## Problem to solve
Every line in the listing below that holds the word "runs" should be returned.

## Data to examine
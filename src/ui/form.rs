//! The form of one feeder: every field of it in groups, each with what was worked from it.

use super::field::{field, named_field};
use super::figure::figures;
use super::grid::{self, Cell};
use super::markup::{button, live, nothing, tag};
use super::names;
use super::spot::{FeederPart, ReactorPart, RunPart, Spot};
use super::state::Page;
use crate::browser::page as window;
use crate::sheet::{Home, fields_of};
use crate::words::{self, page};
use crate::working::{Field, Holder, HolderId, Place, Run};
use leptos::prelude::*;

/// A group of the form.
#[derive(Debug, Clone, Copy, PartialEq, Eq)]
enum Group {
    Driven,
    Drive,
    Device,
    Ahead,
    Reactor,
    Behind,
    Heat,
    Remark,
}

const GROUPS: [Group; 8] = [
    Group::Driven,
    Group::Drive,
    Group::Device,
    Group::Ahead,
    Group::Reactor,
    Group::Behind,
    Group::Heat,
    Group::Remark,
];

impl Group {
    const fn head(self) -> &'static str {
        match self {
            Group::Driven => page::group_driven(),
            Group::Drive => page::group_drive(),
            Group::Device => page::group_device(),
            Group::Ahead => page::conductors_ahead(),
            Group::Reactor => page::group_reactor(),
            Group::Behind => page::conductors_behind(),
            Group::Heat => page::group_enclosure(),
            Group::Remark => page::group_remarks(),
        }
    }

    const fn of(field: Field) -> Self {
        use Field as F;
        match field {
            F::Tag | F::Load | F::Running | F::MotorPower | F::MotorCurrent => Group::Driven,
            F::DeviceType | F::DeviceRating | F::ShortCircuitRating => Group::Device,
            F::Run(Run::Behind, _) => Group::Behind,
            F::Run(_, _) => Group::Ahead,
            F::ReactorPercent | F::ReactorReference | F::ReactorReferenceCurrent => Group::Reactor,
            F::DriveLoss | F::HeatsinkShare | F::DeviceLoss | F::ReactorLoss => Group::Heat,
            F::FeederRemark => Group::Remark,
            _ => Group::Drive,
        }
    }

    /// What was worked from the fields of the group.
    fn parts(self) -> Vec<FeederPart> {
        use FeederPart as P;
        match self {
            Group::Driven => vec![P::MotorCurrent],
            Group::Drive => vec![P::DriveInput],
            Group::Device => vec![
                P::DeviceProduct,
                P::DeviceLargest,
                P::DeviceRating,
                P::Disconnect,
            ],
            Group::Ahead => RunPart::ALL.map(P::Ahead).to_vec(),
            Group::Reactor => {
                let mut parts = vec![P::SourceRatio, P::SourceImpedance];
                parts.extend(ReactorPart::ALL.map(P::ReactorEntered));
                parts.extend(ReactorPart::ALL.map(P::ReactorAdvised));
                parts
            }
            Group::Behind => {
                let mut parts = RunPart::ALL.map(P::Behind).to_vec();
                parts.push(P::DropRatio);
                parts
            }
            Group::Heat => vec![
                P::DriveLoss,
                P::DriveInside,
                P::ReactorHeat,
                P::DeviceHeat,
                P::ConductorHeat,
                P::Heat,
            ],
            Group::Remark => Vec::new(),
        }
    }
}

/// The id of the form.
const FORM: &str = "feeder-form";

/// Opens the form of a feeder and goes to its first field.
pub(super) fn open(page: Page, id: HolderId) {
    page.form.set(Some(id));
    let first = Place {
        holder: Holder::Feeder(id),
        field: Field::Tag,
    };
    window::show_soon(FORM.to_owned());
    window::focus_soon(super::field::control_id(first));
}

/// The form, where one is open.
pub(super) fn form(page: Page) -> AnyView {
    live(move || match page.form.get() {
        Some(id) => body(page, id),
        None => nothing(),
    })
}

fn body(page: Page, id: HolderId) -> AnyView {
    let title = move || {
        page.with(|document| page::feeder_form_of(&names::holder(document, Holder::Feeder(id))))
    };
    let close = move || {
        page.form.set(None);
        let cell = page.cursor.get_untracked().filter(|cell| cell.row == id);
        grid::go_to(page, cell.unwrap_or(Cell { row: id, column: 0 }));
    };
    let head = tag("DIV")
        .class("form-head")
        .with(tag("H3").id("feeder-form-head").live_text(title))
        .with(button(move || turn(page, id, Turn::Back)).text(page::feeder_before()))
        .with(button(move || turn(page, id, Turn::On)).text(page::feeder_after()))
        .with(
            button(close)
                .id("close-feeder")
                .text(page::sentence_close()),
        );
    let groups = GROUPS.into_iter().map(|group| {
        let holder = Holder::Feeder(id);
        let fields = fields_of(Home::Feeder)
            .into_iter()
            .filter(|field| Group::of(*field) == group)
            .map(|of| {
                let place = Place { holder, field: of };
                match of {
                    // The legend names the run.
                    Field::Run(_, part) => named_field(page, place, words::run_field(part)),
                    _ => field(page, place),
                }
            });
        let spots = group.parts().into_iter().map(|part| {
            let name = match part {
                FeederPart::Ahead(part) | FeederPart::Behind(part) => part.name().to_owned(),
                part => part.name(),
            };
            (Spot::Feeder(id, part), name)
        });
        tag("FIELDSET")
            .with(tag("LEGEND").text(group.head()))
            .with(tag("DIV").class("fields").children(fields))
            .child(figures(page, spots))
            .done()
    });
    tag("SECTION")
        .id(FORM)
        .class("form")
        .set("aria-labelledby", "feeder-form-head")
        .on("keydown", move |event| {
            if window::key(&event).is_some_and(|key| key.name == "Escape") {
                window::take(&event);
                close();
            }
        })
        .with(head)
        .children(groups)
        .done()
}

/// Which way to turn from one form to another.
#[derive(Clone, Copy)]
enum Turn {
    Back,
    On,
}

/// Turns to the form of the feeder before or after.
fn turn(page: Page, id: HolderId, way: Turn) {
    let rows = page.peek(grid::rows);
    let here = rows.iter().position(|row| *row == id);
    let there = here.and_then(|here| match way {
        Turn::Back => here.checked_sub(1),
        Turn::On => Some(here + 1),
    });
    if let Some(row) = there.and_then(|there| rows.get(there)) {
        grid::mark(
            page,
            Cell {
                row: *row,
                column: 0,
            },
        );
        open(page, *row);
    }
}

==

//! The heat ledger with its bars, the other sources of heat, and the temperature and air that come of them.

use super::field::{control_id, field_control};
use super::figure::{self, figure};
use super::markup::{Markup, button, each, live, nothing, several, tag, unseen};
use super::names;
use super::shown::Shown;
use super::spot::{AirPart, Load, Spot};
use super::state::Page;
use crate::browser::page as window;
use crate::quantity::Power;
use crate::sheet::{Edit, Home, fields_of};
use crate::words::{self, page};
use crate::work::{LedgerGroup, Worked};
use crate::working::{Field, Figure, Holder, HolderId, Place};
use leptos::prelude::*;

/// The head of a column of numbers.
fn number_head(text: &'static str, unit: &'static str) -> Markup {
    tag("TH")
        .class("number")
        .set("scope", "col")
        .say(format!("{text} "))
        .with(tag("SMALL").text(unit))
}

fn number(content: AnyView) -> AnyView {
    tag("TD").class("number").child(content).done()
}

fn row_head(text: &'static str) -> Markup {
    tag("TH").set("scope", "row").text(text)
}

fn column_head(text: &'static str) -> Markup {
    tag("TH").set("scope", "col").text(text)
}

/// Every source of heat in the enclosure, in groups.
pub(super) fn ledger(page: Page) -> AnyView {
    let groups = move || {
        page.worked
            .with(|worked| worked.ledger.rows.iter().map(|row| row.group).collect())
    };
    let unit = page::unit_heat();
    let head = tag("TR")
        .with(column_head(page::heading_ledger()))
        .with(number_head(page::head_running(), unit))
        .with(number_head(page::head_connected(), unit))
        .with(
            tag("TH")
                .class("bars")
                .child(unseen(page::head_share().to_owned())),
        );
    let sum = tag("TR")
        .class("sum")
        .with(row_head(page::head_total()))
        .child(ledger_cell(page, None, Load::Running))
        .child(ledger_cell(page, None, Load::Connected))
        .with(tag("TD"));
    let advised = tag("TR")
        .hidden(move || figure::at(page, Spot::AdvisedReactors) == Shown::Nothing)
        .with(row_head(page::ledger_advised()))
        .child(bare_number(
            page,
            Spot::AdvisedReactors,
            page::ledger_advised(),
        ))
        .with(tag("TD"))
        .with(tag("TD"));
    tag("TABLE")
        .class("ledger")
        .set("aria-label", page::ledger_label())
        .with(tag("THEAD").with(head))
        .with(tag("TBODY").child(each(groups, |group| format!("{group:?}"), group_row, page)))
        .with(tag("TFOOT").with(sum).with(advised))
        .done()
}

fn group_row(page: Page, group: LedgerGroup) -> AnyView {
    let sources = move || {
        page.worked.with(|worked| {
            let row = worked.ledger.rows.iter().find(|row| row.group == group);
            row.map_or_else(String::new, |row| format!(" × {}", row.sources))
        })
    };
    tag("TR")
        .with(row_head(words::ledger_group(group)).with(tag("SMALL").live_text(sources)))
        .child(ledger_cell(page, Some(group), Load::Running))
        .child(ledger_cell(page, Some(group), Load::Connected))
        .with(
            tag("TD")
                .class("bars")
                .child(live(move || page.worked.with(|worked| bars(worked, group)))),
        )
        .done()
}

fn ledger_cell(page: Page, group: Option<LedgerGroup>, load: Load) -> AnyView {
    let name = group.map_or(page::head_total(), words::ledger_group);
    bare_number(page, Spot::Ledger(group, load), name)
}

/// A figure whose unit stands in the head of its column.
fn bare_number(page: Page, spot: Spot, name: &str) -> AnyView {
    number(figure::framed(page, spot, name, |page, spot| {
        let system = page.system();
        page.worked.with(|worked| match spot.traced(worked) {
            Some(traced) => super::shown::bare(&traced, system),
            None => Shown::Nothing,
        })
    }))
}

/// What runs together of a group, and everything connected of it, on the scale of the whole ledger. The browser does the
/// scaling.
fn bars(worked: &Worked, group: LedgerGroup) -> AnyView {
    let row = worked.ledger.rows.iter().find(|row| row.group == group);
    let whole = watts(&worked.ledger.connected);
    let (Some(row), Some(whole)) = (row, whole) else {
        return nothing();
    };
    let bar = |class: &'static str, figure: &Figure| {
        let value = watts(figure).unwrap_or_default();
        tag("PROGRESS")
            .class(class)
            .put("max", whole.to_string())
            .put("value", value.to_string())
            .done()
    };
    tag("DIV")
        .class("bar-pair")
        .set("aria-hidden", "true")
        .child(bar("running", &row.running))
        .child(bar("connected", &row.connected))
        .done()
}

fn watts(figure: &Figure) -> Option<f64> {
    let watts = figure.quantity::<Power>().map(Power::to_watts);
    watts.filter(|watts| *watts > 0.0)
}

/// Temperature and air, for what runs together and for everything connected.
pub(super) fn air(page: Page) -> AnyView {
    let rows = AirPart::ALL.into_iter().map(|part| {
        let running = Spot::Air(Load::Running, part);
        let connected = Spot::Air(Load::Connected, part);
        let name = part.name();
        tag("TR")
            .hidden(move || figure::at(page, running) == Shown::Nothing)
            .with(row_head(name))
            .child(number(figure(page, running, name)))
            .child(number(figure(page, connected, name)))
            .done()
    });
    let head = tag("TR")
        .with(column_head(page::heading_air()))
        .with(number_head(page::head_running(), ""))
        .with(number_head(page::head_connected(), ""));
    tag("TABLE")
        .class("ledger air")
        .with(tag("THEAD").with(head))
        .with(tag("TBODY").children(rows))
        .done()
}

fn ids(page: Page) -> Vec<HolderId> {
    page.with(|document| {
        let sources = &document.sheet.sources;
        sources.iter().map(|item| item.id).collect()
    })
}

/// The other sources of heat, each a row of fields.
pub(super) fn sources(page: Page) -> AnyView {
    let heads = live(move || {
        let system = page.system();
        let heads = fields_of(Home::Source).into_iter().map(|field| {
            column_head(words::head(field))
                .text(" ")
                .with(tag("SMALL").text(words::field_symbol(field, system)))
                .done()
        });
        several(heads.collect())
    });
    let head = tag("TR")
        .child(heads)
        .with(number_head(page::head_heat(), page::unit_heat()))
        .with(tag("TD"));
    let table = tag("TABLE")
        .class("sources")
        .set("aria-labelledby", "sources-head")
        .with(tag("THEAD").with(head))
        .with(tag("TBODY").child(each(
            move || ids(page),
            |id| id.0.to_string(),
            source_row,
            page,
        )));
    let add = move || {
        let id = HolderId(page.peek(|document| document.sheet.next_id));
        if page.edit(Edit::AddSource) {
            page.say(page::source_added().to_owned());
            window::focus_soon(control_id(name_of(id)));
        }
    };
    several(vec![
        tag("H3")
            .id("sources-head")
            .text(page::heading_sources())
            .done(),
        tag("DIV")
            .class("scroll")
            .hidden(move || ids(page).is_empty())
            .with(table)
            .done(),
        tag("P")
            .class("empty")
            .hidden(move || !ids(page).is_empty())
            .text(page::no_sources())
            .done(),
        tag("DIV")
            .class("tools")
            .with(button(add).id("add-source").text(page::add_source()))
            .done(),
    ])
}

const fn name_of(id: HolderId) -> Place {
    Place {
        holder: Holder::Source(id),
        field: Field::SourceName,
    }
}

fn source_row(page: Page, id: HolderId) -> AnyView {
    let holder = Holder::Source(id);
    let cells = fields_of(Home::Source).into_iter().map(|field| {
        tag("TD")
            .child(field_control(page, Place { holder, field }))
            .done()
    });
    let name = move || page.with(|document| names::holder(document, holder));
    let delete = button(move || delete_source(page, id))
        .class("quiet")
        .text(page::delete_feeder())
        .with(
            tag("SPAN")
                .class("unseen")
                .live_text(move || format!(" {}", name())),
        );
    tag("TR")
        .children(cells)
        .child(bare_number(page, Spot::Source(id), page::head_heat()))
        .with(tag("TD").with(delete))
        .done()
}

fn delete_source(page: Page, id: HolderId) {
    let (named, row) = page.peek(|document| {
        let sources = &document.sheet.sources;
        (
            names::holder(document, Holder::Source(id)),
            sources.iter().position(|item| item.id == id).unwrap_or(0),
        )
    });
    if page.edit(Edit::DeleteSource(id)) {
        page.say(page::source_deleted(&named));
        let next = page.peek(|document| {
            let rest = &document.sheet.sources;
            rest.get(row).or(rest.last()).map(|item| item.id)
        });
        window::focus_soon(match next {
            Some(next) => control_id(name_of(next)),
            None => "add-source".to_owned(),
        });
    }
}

## Answer to the exercise
/// What runs together of a group, and everything connected of it, on the scale of the whole ledger. The browser does the
/// Temperature and air, for what runs together and for everything connected.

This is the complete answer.